# Printing Seperator Pages



## sobeitjedi (Sep 13, 2007)

*Printing Separator Pages*

Hi. 

I'm having some trouble with printing separator pages. I have mainly HP printers on my network but also a Ricoh MPC4500 Copier/Fax/Printer/Scanner. I have added a short separator page to the Ricoh machine via the button on Printer Properties > Advanced. The main purpose of adding a separator page was because users were sometimes forgetting to pick up printed documents, or print outs were getting mixed up. The separator page just contained the username of the user who printed the document, the date and time. 

However, far from helping the users distinguish who has printed what, they are complaining about the paper wastage. It works fine when users print one document at a time. However, for example, if they have a document and set the desired copies to print to be 50, before each instance of each printed document, the separator page will print, meaning 50 wasted pages. 

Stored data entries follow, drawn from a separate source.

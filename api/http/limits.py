"""Request limits: the body's size as it is read (413), NUL in a path or query (400), the rate
per API key (429 + Retry-After), and the row and line limits every body reader gets.

Invariants:
- The body of a POST, PUT, PATCH or DELETE is read once, here, before any view or the
  Idempotency-Key check sees it, and only after the key check and the rate limit: a
  stranger cannot make the server read 16 MiB. A declared ``Content-Length`` over
  ``OHMTALLY_MAX_UPLOAD_BYTES`` is refused before a byte is read; any other body (chunked,
  or a length that lies) is read through werkzeug's ``LimitedStream`` capped at one byte
  more than the limit, so memory never holds more than that, and a body that reaches that
  byte is refused whole (413 ``body_too_large``) — never cut and taken. Such a body is not
  kept (it was not read to its end), and the problem says so.
- Rows and lines are limited per body by :class:`api.intake.line_scan.BodyLimits`
  (:func:`body_limits`), checked by :mod:`api.intake.bodies` the same way for every
  media type and adapter.
- A NUL (``%00``) in a query parameter is a 400 naming the parameter, in the path a 404:
  no text column (PostgreSQL) can hold it, and no name of ours contains it.
- The rate limit counts per API key id (``key:<id>``); with no key (auth off, or a
  request refused before a key was found) per client address. Health is never counted,
  so a load balancer's probe cannot lock a client out.
- The limit is the configured one whatever the worker count: a shared store
  (``redis://``) counts for every worker and host; with ``memory://`` each of
  ``OHMTALLY_WORKERS`` processes counts alone and allows ``RATE_LIMIT / WORKERS``
  (never more than configured in all; a limit too small to divide is refused at start).
- A refused request is a problem+json 429 carrying ``Retry-After`` (seconds,
  RFC 9110 §10.2.3) until the window frees a request.
"""

from __future__ import annotations

import math
import time
from typing import Any

from flask import Flask, current_app, g, request
from flask_limiter import Limiter
from flask_limiter.errors import RateLimitExceeded
from limits import parse_many
from werkzeug.exceptions import RequestEntityTooLarge

from api.errors import ApiError, problem_response
from api.intake.line_scan import BodyLimits
from api.settings import Settings, SettingsError

__all__ = ["body_limits", "divided_limit", "init_app", "rate_key"]

_BODY_METHODS = frozenset({"POST", "PUT", "PATCH", "DELETE"})


def rate_key() -> str:
    key_id = g.get("api_key_id")
    if key_id is not None:
        return f"key:{key_id}"
    return f"addr:{request.remote_addr or 'unknown'}"


def body_limits() -> BodyLimits:
    """The request's limits, from the app's settings."""
    settings: Settings = current_app.extensions["ohmtally.settings"]
    return BodyLimits(max_bytes=settings.max_upload_bytes, max_rows=settings.max_rows,
                      max_line_bytes=settings.max_line_bytes, max_values=settings.max_values)


def divided_limit(limit: str, workers: int) -> str:
    """``limit`` (flask-limiter syntax) as each of ``workers`` processes counting alone must apply it."""
    if workers <= 1 or not limit:
        return limit
    parts = []
    for item in parse_many(limit):
        share = item.amount // workers
        if share < 1:
            raise SettingsError(f"OHMTALLY_RATE_LIMIT {limit!r} cannot be shared by {workers} workers "
                                "counting alone (memory://): use fewer workers, a larger limit, or "
                                "OHMTALLY_RATE_LIMIT_STORAGE=redis://…")
        parts.append(f"{share} per {item.multiples} {item.GRANULARITY.name}")
    return "; ".join(parts)


def _too_large(most: int, declared: int | None) -> ApiError:
    seen = f"declares {declared} bytes" if declared is not None else f"is longer than {most} bytes"
    return ApiError(413, "body_too_large",
                    f"the body {seen}; the most one body may carry is {most} bytes "
                    "(OHMTALLY_MAX_UPLOAD_BYTES). It was refused as it arrived and is not kept: "
                    "split it into several posts",
                    errors=[{"pointer": "", "code": "body_too_large", "reason": f"more than {most} bytes"}],
                    extra={"kept": False})


def _read_body() -> None:
    """Read the body once, bounded (see the invariants); later readers get these bytes."""
    if request.method not in _BODY_METHODS:
        return
    most = current_app.extensions["ohmtally.settings"].max_upload_bytes
    declared = request.content_length
    if declared is not None and declared > most:
        raise _too_large(most, declared)
    try:
        body = request.get_data(cache=True)  # MAX_CONTENT_LENGTH = most + 1 (api.app)
    except RequestEntityTooLarge:
        raise _too_large(most, None) from None
    if len(body) > most:
        raise _too_large(most, None)


def _shown(text: str) -> str:
    return text.replace("\x00", "\\u0000")


def _refuse_nul() -> None:
    if "\x00" in request.path:  # names nothing: before any hook stores the path (Idempotency-Key)
        raise ApiError(404, "not_found", "the path holds U+0000 (%00), which names nothing",
                       errors=[{"parameter": "path", "code": "nul_character", "reason": "holds %00"}])
    for name, value in request.args.items(multi=True):
        if "\x00" in name or "\x00" in value:
            raise ApiError(400, "nul_character", f"the query parameter {_shown(name)!r} holds U+0000 (%00)",
                           errors=[{"parameter": _shown(name), "code": "nul_character",
                                    "reason": "holds %00, which no text can store"}])


def init_app(app: Flask) -> None:
    settings: Settings = app.extensions["ohmtally.settings"]
    shared = not settings.rate_limit_storage.startswith("memory://")
    own = settings.rate_limit if shared else divided_limit(settings.rate_limit, settings.workers)
    limiter = Limiter(rate_key, app=app, default_limits=[own] if own else [],
                      storage_uri=settings.rate_limit_storage, headers_enabled=False,
                      key_prefix=settings.rate_limit_prefix,
                      enabled=bool(settings.rate_limit),
                      # a shared store that stops answering: each worker counts alone meanwhile
                      in_memory_fallback_enabled=shared,
                      in_memory_fallback=[divided_limit(settings.rate_limit, settings.workers)]
                      if shared and settings.rate_limit else None)
    # probes are never counted: a load balancer's checks must not lock a client out
    limiter.request_filter(lambda: request.path.rstrip("/") in ("/v1/health", "/v1/ready"))
    app.extensions["ohmtally.limiter"] = limiter
    app.before_request(_refuse_nul)
    app.before_request(_read_body)  # after the key check and the rate limit, before idempotency

    @app.errorhandler(RateLimitExceeded)
    def _too_many(_error: RateLimitExceeded) -> Any:
        found = limiter.current_limit
        wait = 60
        if found is not None:  # seconds until the window frees a request, never past the window
            wait = max(1, min(math.ceil(found.reset_at - time.time()), found.limit.get_expiry()))
        return problem_response(ApiError(
            429, "rate_limited", f"too many requests; the limit is {settings.rate_limit} per API key",
            headers={"Retry-After": str(wait)}, extra={"retry_after_s": wait}))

Is there a way around this? Or what is the best practice applied?


----------



## Cellus (Aug 31, 2006)

As far as I am aware of, that may be working as intended. Your best bet to be sure would be to contact your Ricoh support representative via the contact information listed in your service contract. If you don't have a service contract, you can try contacting Ricoh directly. As you undoubtedly know, Ricoh Aficio multi-functional copiers are anything but simple and clear-cut, and the folks over at Ricoh definitely know their stuff.


----------